SEMARANG, Pegiat pemilu Titi Anggraini berharap seleksi anggota Komisi Pemilihan Umum (KPU) dan Badan Pengawas Pemilu (Bawaslu) periode 2023-2028 di 20 provinsi serta 118 kabupaten dan kota jangan sampai mengganggu tahapan Pemilu 2024 yang sedang berjalan.
Berdasarkan pengalaman seleksi pada masa lampau, kata Anggota Dewan Pembina Perludem ini, seleksi di tengah tahapan pemilu selalu menimbulkan gejolak dan berbagai masalah hukum ikutan lainnya.
“Baik disebabkan proses seleksi yang diduga bermasalah ataupun ketidakpuasan pada proses yang kurang transparan, serta dugaan atas indikasi keberpihakan tim seleksi (timsel),” kata Titi Anggraini menjawab pertanyaan ANTARA di Semarang, Jawa Tengah, Kamis.
Padahal, lanjutnya, seleksi KPU daerah sebagai bagian dari pengisian keanggotaan kelembagaan penyelenggara pemilu menjadi elemen determinan atau faktor yang menentukan untuk mewujudkan pemilu demokratis yang bebas, adil, kredibel, dan berintegritas.

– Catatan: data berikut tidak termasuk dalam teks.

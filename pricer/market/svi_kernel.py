"""Least squares for one raw SVI slice under soft no-arbitrage bounds: compiled, a fraction of a millisecond.

All in units of the standard deviation at the forward, s: x = k / s, W(x) = w(s x) / s^2. Five free
numbers make every admissible slice: ``exp(p0)`` is the least W, ``bound / (1 + exp(-p1))`` and
``bound / (1 + exp(-p2))`` the slopes of the left and right wing, ``p3`` the centre m, and ``p4`` places the
logarithm of the width sigma between those of NARROWEST and WIDEST in the same manner.
"""

from __future__ import annotations

import math

import numpy as np
from numba import njit
from numpy.typing import NDArray

Array = NDArray[np.float64]

#: Bounds of a slice's width in standard deviations: no kinks between quotes, no parabolas for wings.
NARROWEST, WIDEST = 0.15, 40.0
_LOG_RANGE = math.log(WIDEST / NARROWEST)
#: The density of X may not sink below this share of what it is in a flat smile.
LEAST_BUTTERFLY = 0.01
#: Levenberg-Marquardt stops after this many steps, or when a step changes the sum of squares by less than a millionth.
STEPS = 60


@njit(cache=True, nogil=True, error_model="numpy")
def scaled_slice(p: Array, bound: float) -> tuple[float, float, float, float, float]:
    """(a, b, rho, m, sigma) in scaled units from the five free numbers."""
    left, right = bound / (1.0 + math.exp(-p[1])), bound / (1.0 + math.exp(-p[2]))
    sigma = NARROWEST * math.exp(_LOG_RANGE / (1.0 + math.exp(-p[4])))
    b = 0.5 * (left + right)
    return math.exp(p[0]) - sigma * math.sqrt(left * right), b, (right - left) / (right + left), p[3], sigma


@njit(cache=True, nogil=True, error_model="numpy")
def residuals(
    p: Array,
    x: Array,
    roots: Array,
    weights: Array,
    grid: Array,
    floor: Array,
    later_x: Array,
    later_roots: Array,
    variance: float,
    bound: float,
    least_wings: Array,
    prior: Array,
    ridge: float,
    stiffness: float,
    out: Array,
) -> float:
    """Fill ``out`` (n + 2 g + l + 7,) and return its sum of squares.

    Quotes: weighted differences of sqrt(W) from ``roots`` at ``x`` (n,). Bounds, active only where
    broken and times ``stiffness``: g at least LEAST_BUTTERFLY and sqrt(W) at least ``floor`` on ``grid`` (g,),
    sqrt(W) at most ``later_roots`` at ``later_x`` (l,), wings at least as steep as ``least_wings`` (2,). Ridge:
    ``ridge`` times the distance from ``prior`` (5,). ``variance`` is s^2.
    """
    a, b, rho, m, sigma = scaled_slice(p, bound)
    n, g, later = x.size, grid.size, later_x.size
    for i in range(n):
        z = x[i] - m
        w = a + b * (rho * z + math.sqrt(z * z + sigma * sigma))
        out[i] = weights[i] * (math.sqrt(max(w, 0.0)) - roots[i])
    for i in range(g):
        z = grid[i] - m
        root = math.sqrt(z * z + sigma * sigma)
        w = max(a + b * (rho * z + root), 1e-12)
        first, second = b * (rho + z / root), b * sigma * sigma / (root * root * root)
        tilt = 1.0 - 0.5 * grid[i] * first / w
        density = tilt * tilt - 0.25 * first * first * (1.0 / w + 0.25 * variance) + 0.5 * second
        out[n + i] = stiffness * max(LEAST_BUTTERFLY - density, 0.0)
        out[n + g + i] = stiffness * max(floor[i] - math.sqrt(w), 0.0)
    for i in range(later):
        z = later_x[i] - m
        w = a + b * (rho * z + math.sqrt(z * z + sigma * sigma))
        out[n + 2 * g + i] = stiffness * max(math.sqrt(max(w, 0.0)) - later_roots[i], 0.0)
    out[n + 2 * g + later] = stiffness * max(least_wings[0] - b * (1.0 - rho), 0.0)
    out[n + 2 * g + later + 1] = stiffness * max(least_wings[1] - b * (1.0 + rho), 0.0)
    for i in range(5):
        out[n + 2 * g + later + 2 + i] = ridge * (p[i] - prior[i])
    total = 0.0
    for i in range(out.size):
        total += out[i] * out[i]
    return total


@njit(cache=True, nogil=True, error_model="numpy")
def solve_damped(normal: Array, damping: float, gradient: Array) -> Array:
    """Solve ``(N + damping diag(N)) s = -gradient`` (5, 5) by Cholesky."""
    n = gradient.size
    factor, step = normal.copy(), -gradient
    for i in range(n):
        factor[i, i] += damping * normal[i, i] + 1e-15
    for j in range(n):
        for i in range(j):
            factor[j, j] -= factor[j, i] * factor[j, i]
        factor[j, j] = math.sqrt(max(factor[j, j], 1e-30))
        for k in range(j + 1, n):
            for i in range(j):
                factor[k, j] -= factor[k, i] * factor[j, i]
            factor[k, j] /= factor[j, j]
    for j in range(n):
        for i in range(j):
            step[j] -= factor[j, i] * step[i]
        step[j] /= factor[j, j]
    for j in range(n - 1, -1, -1):
        for i in range(j + 1, n):
            step[j] -= factor[i, j] * step[i]
        step[j] /= factor[j, j]
    return step


@njit(cache=True, nogil=True, error_model="numpy")
def fit(
    start: Array,
    x: Array,
    roots: Array,
    weights: Array,
    grid: Array,
    floor: Array,
    later_x: Array,
    later_roots: Array,
    variance: float,
    bound: float,
    least_wings: Array,
    prior: Array,
    ridge: float,
    stiffness: float,
) -> tuple[Array, float]:
    """The free numbers (5,) that minimise :func:`residuals`' sum of squares from ``start``, and that sum.

    Levenberg (1944) and Marquardt (1963), damping scaled by the diagonal; derivatives by forward differences.
    """
    n = x.size + 2 * grid.size + later_x.size + 7
    here, there = np.empty(n), np.empty(n)
    jacobian = np.empty((5, n))
    p = start.copy()
    args = (x, roots, weights, grid, floor, later_x, later_roots, variance, bound, least_wings, prior, ridge, stiffness)
    cost = residuals(p, *args, here)
    damping = 1e-3
    for _ in range(STEPS):
        for j in range(5):
            kept, shift = p[j], 1e-7 * max(1.0, abs(p[j]))
            p[j] = kept + shift
            residuals(p, *args, there)
            p[j] = kept
            for i in range(n):
                jacobian[j, i] = (there[i] - here[i]) / shift
        normal, gradient = np.zeros((5, 5)), np.zeros(5)
        for j in range(5):
            for i in range(n):
                gradient[j] += jacobian[j, i] * here[i]
            for k in range(j + 1):
                dot = 0.0
                for i in range(n):
                    dot += jacobian[j, i] * jacobian[k, i]
                normal[j, k] = dot
                normal[k, j] = dot
        improved = False
        while damping < 1e12:
            step = solve_damped(normal, damping, gradient)
            largest = 0.0
            for j in range(5):
                largest = max(largest, abs(step[j]))
            if largest > 2.0:  # exponentials: longer steps only overflow
                step *= 2.0 / largest
            trial = residuals(p + step, *args, there)
            if trial < cost:
                improved = trial < cost * (1.0 - 1e-6)
                p += step
                here, there = there, here
                cost = trial
                damping = max(damping * 0.2, 1e-12)
                break
            damping *= 4.0
        if not improved:
            break
    return p, cost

Oleh karena itu, Titi berharap KPU dan Bawaslu harus serius mempersiapkan jajaran penyelenggara pemilu yang sebagian besar perekrutannya pada tahun 2023, yakni di 20 provinsi serta 118 kabupaten dan kota.
Perekrutan calon penyelenggara pemilu di daerah lainnya diselenggarakan pada 2024 dan 2025. Pengajar pemilu pada Fakultas Hukum Universitas Indonesia ini mengingatkan KPU dan Bawaslu harus memastikan bahwa jajarannya merupakan figur-figur yang mandiri, profesional, dan memiliki komitmen kuat pada demokrasi, termasuk pemenuhan inklusivitas keterwakilan perempuan.
Hal itu, lanjut dia, supaya tidak terjadi ekses berupa masalah hukum yang bisa mengganggu kinerja KPU. Jika terjadi, maka akan menghabiskan banyak waktu dan tenaga menangani masalah-masalah tersebut di tengah ketat dan tingginya beban kerja teknis yang harus mereka selesaikan.
Titi menuturkan bahwa penyelenggara pemilu semestinya nonpartisan. Selain harus terbebas dari anasir politik praktis, juga tidak boleh tersandera oleh hegemoni kelompok-kelompok atau identitas tertentu, baik ormas, kesukuan, maupun kekerabatan.
Ia menegaskan bahwa penyelenggara pemilu adalah profesi yang membutuhkan kapasitas dan mentalitas berdemokrasi yang kokoh.
“Jadi, tidak bisa diisi oleh orang-orang yang hanya bermodalkan pertemanan atau pergaulan. Kompleksitas dan kerumitan pemilu di Indonesia membutuhkan kemampuan dan integritas yang tidak bisa ditawar-tawar,” ujar Titi.